**WHAT YOU ARE ASKED TO DO:**
Below are the records; restate all of them word for word.

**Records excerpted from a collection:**
▽

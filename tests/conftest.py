from __future__ import annotations

import pytest

from helpers import minimal_sheets, write_workbook


@pytest.fixture
def sheets():
    return minimal_sheets()


@pytest.fixture
def minimal_path(tmp_path):
    return write_workbook(minimal_sheets(), tmp_path / "minimal.xlsx")


@pytest.fixture(scope="session")
def demo_path(tmp_path_factory):
    from demo.build_demo import build_demo_workbook

    return build_demo_workbook(tmp_path_factory.mktemp("demo") / "demo_station.xlsx")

△

**TASK RESPONSE:**
filename tests/conftest.py
from __future__ import annotations

import pytest

from helpers import minimal_sheets, write_workbook


@pytest.fixture
def sheets():
    return minimal_sheets()


@pytest.fixture
def minimal_path(tmp_path):
    return write_workbook(minimal_sheets(), tmp_path / "minimal.xlsx")


@pytest.fixture(scope="session")
def demo_path(tmp_path_factory):
    from demo.build_demo import build_demo_workbook

    return build_demo_workbook(tmp_path_factory.mktemp("demo") / "demo_station.xlsx")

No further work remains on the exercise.